Mensaje por Michael C. Tallhart el Miér Nov 28, 2012 2:54 am

Escuché atentamente sus palabras y decidí no profundizar más en aquel escabroso tema. No quería forzarla a decir nada que no quisiera para que no reviviese aquel pasado "oscuro". A ella no le reportaría ningún beneficio y a mi simplemente saciar mi curiosidad. Además, no solía anteponer mis deseos al bienestar de otra persona, más cuando se trataba de una amiga como Sydney - Es normal, siempre que abandonas un lugar... digámoslo de una forma condescendiente, menos favorable, para acabar en un lugar como este, el cambio siempre es a mejor - Conocía a la gente de allí desde casi toda mi vida; haber tenido un padre médico era una de las ventajas que tenía. Sabía que eran personas agradables, salvo ciertas frutas podridas que se habían descarrilado. Por ello mis ansias de conocer mundo se veían congeladas, ya que en Storybrooke, por suerte, estaba bien.

Fruncí el ceño por aquello, aunque poco a poco según iba hablando fui creyendo que había algo de razón en sus palabras. Yo tampoco lo veía del todo así; después de todo, desde pequeño había tenido bastante dinero y jamás me había descontrolado como algunos lo hacían. Además, tampoco era algo que el 100 % de famosos hiciesen. - También hay que pensar en una cosa, Sydney. Todo el mundo a hecho locuras en algún momento de su vida, pero el no ser famosos hace que tengamos más privacidad con respecto a nuestras acciones y que no salgan a la luz. Ellos por el simple hecho de serlo, hacen que estén expuestos la mayor parte del día y así es fácil descubrir trapos sucios. ¿O ahora me vas a decir que si una cámara te grabase las 24 horas del día no descubrirían nada de ti? - arqueé las cejas claramente divertido y sonreí con un aire de malicia. - Supongo que tenemos que aprovechar nuestros puntos fuertes y hacerlos ser nuestro trabajo. Siempre me han dicho que tenía vocación de medico, yo mismo era consciente de ello, aunque no sé muy bien el motivo - Me reí. Mi madre a menudo solía bromear con que lo llevaba en la sangre, aunque sabía que no era eso lo que te hacía querer ejercer aquella vocación.

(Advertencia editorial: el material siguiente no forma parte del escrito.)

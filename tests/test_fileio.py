"""Safe reading and atomic writing (DEVELOPERS.md conventions; docs/workbook.md, "Safe writing").

Device and FIFO tests use nodes made in a temporary folder (``os.mkfifo``; ``os.mknod`` as
root), never real ``/dev`` paths. Device numbers 1:3 (null), 1:5 (zero) and 1:7 (full) are
the Linux memory devices (Linux kernel documentation, admin-guide/devices.txt, "1 char
Memory devices").
"""

import os
import stat
import subprocess
import sys
import textwrap
from pathlib import Path

import pytest

from planner import fileio
from planner.errors import InputError, OutputError
from planner.fileio import (
    OutputBatch,
    check_input_file,
    read_input_bytes,
    remove_stale_temps,
    write_atomically,
)

REPO = Path(__file__).resolve().parents[1]
as_root = pytest.mark.skipif(os.geteuid() != 0, reason="making device nodes needs root")


def device(folder: Path, name: str, minor: int) -> Path:
    path = folder / name
    os.mknod(path, stat.S_IFCHR | 0o666, os.makedev(1, minor))
    return path


# ---------------------------------------------------------------- endless inputs


def test_fifo_input_is_refused_by_type_before_reading(tmp_path):
    # A FIFO with no writer would block a reader forever: the refusal comes from stat().
    fifo = tmp_path / "study.toml"
    os.mkfifo(fifo)
    with pytest.raises(InputError, match=r"named pipe \(FIFO\), not a regular file"):
        read_input_bytes(fifo, what="a study file (TOML)")


@as_root
def test_zero_device_input_is_refused(tmp_path):
    zero = device(tmp_path, "zero.epw", 5)
    with pytest.raises(InputError, match="character device, not a regular file"):
        check_input_file(zero, what="a climate file")


def test_folder_input_is_refused(tmp_path):
    with pytest.raises(InputError, match="a folder, not a regular file"):
        read_input_bytes(tmp_path, what="a study file")


def test_input_size_is_capped(tmp_path, monkeypatch):
    big = tmp_path / "big.csv"
    big.write_bytes(b"x" * 5000)
    monkeypatch.setattr(fileio, "MAX_INPUT_BYTES", 4096)
    with pytest.raises(InputError, match="of at most 0 MiB"):
        read_input_bytes(big, what="the sites table")
    small = tmp_path / "small.csv"
    small.write_bytes(b"y" * 4096)
    assert read_input_bytes(small, what="the sites table") == b"y" * 4096


# ---------------------------------------------------------------- special outputs


@as_root
def test_character_device_output_is_written_through_not_replaced(tmp_path):
    null = device(tmp_path, "null", 3)
    write_atomically(null, lambda p: Path(p).write_text("plan"), what="plan JSON")
    assert stat.S_ISCHR(os.stat(null).st_mode)
    assert sorted(p.name for p in tmp_path.iterdir()) == ["null"]


def test_fifo_output_is_refused(tmp_path):
    fifo = tmp_path / "plan.json"
    os.mkfifo(fifo)
    with pytest.raises(InputError, match="named pipe"):
        write_atomically(fifo, lambda p: Path(p).write_text("x"), what="plan JSON")
    assert stat.S_ISFIFO(os.stat(fifo).st_mode)


# ---------------------------------------------------------------- full disk, both or neither


@as_root
def test_full_device_is_an_output_error(tmp_path):
    full = device(tmp_path, "full", 7)
    with pytest.raises(OutputError, match="could not write the plan JSON: No space left on device"):
        write_atomically(full, lambda p: Path(p).write_text("plan"), what="plan JSON")


def test_second_output_failing_leaves_both_targets_unchanged(tmp_path):
    book, data = tmp_path / "plan.xlsx", tmp_path / "plan.json"
    book.write_bytes(b"earlier workbook")
    data.write_bytes(b"earlier json")

    def no_space(path):
        Path(path).write_bytes(b"half")
        raise OSError(28, "No space left on device")

    with pytest.raises(OutputError, match="plan JSON: No space left on device"):
        with OutputBatch() as batch:
            batch.add(book, lambda p: Path(p).write_bytes(b"new workbook"), what="plan workbook")
            batch.add(data, no_space, what="plan JSON")
            batch.commit()
    assert book.read_bytes() == b"earlier workbook" and data.read_bytes() == b"earlier json"
    assert sorted(p.name for p in tmp_path.iterdir()) == ["plan.json", "plan.xlsx"]


# ---------------------------------------------------------------- temporary files


def _dead_pid() -> int:
    proc = subprocess.Popen([sys.executable, "-c", "pass"])
    proc.wait()
    return proc.pid


def test_stale_temp_of_a_dead_process_is_removed_live_one_kept(tmp_path):
    stale = tmp_path / f".plan.xlsx.{_dead_pid()}.abcd1234.tmp"
    live = tmp_path / f".plan.xlsx.{os.getppid()}.abcd1234.tmp"  # the test runner's parent lives
    other = tmp_path / f".other.xlsx.{_dead_pid()}.abcd1234.tmp"  # another target: not ours to judge
    for path in (stale, live, other):
        path.write_bytes(b"debris")
    write_atomically(tmp_path / "plan.xlsx", lambda p: Path(p).write_bytes(b"ok"), what="plan workbook")
    names = sorted(p.name for p in tmp_path.iterdir())
    assert stale.name not in names and live.name in names and other.name in names
    assert remove_stale_temps(tmp_path, "other.xlsx") == [other]


SLOW_WRITE = textwrap.dedent("""
    import sys, time
    from pathlib import Path
    import pandas as pd
    from planner.cli import main

    def slow(self, path, *args, **kwargs):
        Path(path).write_text("half a file")
        print("writing", flush=True)
        time.sleep(60)

    pd.DataFrame.to_csv = slow
    sys.exit(main(["climate", "alpine", "--csv", sys.argv[1]]))
""")


@pytest.mark.parametrize("signum, code", [(2, 130), (15, 143), (1, 129)])
def test_signal_during_write_cleans_up_and_exits_128_plus_signal(tmp_path, signum, code):
    # SIGINT, SIGTERM and SIGHUP (POSIX signal numbers 2, 15, 1): exit 128 + n (shell
    # convention, common practice); no temporary file is left and the old file stays.
    target = tmp_path / "hourly.csv"
    target.write_text("earlier export\n")
    env = {**os.environ, "PYTHONPATH": str(REPO)}
    proc = subprocess.Popen([sys.executable, "-c", SLOW_WRITE, str(target)], env=env,
                            stdout=subprocess.PIPE, stderr=subprocess.PIPE, text=True)
    try:
        assert proc.stdout.readline().strip() == "writing"
        proc.send_signal(signum)
        _, err = proc.communicate(timeout=60)
    finally:
        proc.kill()
    assert proc.returncode == code, err
    assert "Traceback" not in err and len(err.strip().splitlines()) == 1
    assert target.read_text() == "earlier export\n"
    assert sorted(p.name for p in tmp_path.iterdir()) == ["hourly.csv"]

La miré con un aire de tristeza mientras acariciaba con suavidad sus brazos, intentando transmitirle algo de ánimo - Ojalá pudiese ayudarte más, pero no me llevo lo suficiente con él como para poder enterarme de algo. Lo siento. - Torcí los labios mientras terminaba con aquel contacto y seguía escuchando lo que decía. Asentí, confirmando aquellas palabras - De eso no me cabe la menor duda, es difícil estar mucho tiempo alejado o enfadado de ti. Es fácil que te hagas querer - le sonreí cariñosamente. Después me encogí de hombros ante su agradecimiento - Bueno, solo fue un día.. Además, me apetecía mucho verte y estar así contigo. Hace mucho que estábamos desaparecidos y esto no podía seguir así.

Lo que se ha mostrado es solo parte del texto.